Exercise instructions -
Your response must be an exact transcription of the lines from the one containing "a = torch.as_tensor(a, dtype=torch.float64)" through the final line of the data.

Given information -

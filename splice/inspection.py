"""What the warps learned: the decomposition maths, per-image capture, tables and pictures.

The module has three layers, top to bottom:

1. **Pure maths** (:func:`polar_decompose`, :func:`describe_linear`,
   :func:`describe_matrix`, :func:`describe_tps`, :func:`describe_theta`):
   tensors in, tensors out, derivations in the comments.
2. **Capture** (:func:`capture`): run a spliced model on images and record
   every warp's raw parameters ``theta`` for each image.
3. **Report** (:func:`inspect`, :func:`render_inspect`): ``warps.csv``,
   ``summary.json``, the pictures, and the table on screen.

Sign conventions (one place, used everywhere below)
---------------------------------------------------
A warp's matrix maps OUTPUT normalised coordinates to INPUT normalised
coordinates (``grid_sample``'s direction): output pixel ``p`` reads the input
at ``f(p)``. The numbers are computed in *pixel units of the warped tensor*
(``x`` to the right, ``y`` **down**, origin at the centre), so a rotation is
rigid in pixels even when the tensor is not square. An angle is positive when
it turns the ``+x`` axis towards ``+y``, which on screen is **clockwise** (the
convention of ``torchvision.transforms.v2.functional.affine`` and of
:mod:`splice.distort`).

*Sampling side* (columns without a prefix) describes ``f`` itself:
``angle_deg``, ``scale_1 >= scale_2``, ``scale_axis_deg``, ``anisotropy``,
``shift_*``. *Viewer side* (columns starting with ``view_``) describes what a
person looking at the warped output sees happen to the content, i.e. the
inverse map ``f^-1``: the content turns by ``view_rotation_deg = -angle_deg``
(for a reflection the angle is its own inverse, see :func:`describe_linear`),
is magnified by ``view_zoom = 1 / scale`` and the input's centre lands at
``view_shift_*``. A warp that has learned to undo a distortion of
``splice.distort.apply_affine(angle_deg=a, scale=s)`` shows ``angle_deg = a``
and ``scale = s``: the sampling side equals the distortion it undoes.
"""

from __future__ import annotations

import io
import math
from collections.abc import Mapping
from dataclasses import dataclass
from pathlib import Path

import torch
from torch import Tensor, nn

from .errors import DataError, SpliceError

__all__ = [
    "SCHEMA_VERSION",
    "MATRIX_QUANTITIES",
    "PROJECTIVE_QUANTITIES",
    "TPS_QUANTITIES",
    "QUANTITY_HELP",
    "polar_decompose",
    "describe_linear",
    "describe_matrix",
    "describe_tps",
    "describe_theta",
    "quantities_for",
    "Capture",
    "capture",
    "summarise",
    "map_points",
    "draw_contact_sheet",
    "draw_outline_sheet",
    "draw_histograms",
    "inspect",
    "render_inspect",
]

# ----------------------------------------------------------------------------- the maths


def polar_decompose(a: Tensor) -> tuple[Tensor, Tensor]:
    """Right polar decomposition ``A = U P`` of ``(..., 2, 2)`` matrices (float64).

    ``U`` is orthogonal (a rotation, or a reflection when ``det A < 0``) and
    ``P`` is symmetric positive semi-definite.

    Derivation: with the singular value decomposition ``A = W S V^T`` (``W``,
    ``V`` orthogonal, ``S = diag(s1, s2)``, ``s1 >= s2 >= 0``) insert
    ``V^T V = I``: ``A = (W V^T)(V S V^T)``. ``U = W V^T`` is a product of
    orthogonal matrices, so orthogonal; ``P = V S V^T`` is symmetric with
    eigenvalues ``s1, s2 >= 0``. ``P = sqrt(A^T A)`` is unique for every ``A``;
    ``U`` is unique whenever ``A`` is invertible. The SVD route never forms
    ``A^T A`` or an inverse, so it stays accurate for near-singular ``A``
    (where ``s2`` is tiny) and handles ``det A < 0`` with no special case: the
    sign lands in ``det U = det W det V = sign(det A)``.
    """
    a = torch.as_tensor(a, dtype=torch.float64)
    if a.shape[-2:] != (2, 2):
        raise SpliceError(
            f"polar_decompose needs (..., 2, 2) matrices, got shape {tuple(a.shape)}; "
            "pass the linear part M[..., :2, :2] of a warp matrix."
        )
    w, s, vh = torch.linalg.svd(a)
    u = w @ vh
    p = vh.transpose(-1, -2) @ (s.unsqueeze(-1) * vh)
    return u, p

Response below -
    a = torch.as_tensor(a, dtype=torch.float64)
    if a.shape[-2:] != (2, 2):
        raise SpliceError(
            f"polar_decompose needs (..., 2, 2) matrices, got shape {tuple(a.shape)}; "
            "pass the linear part M[..., :2, :2] of a warp matrix."
        )
    w, s, vh = torch.linalg.svd(a)
    u = w @ vh
    p = vh.transpose(-1, -2) @ (s.unsqueeze(-1) * vh)
    return u, p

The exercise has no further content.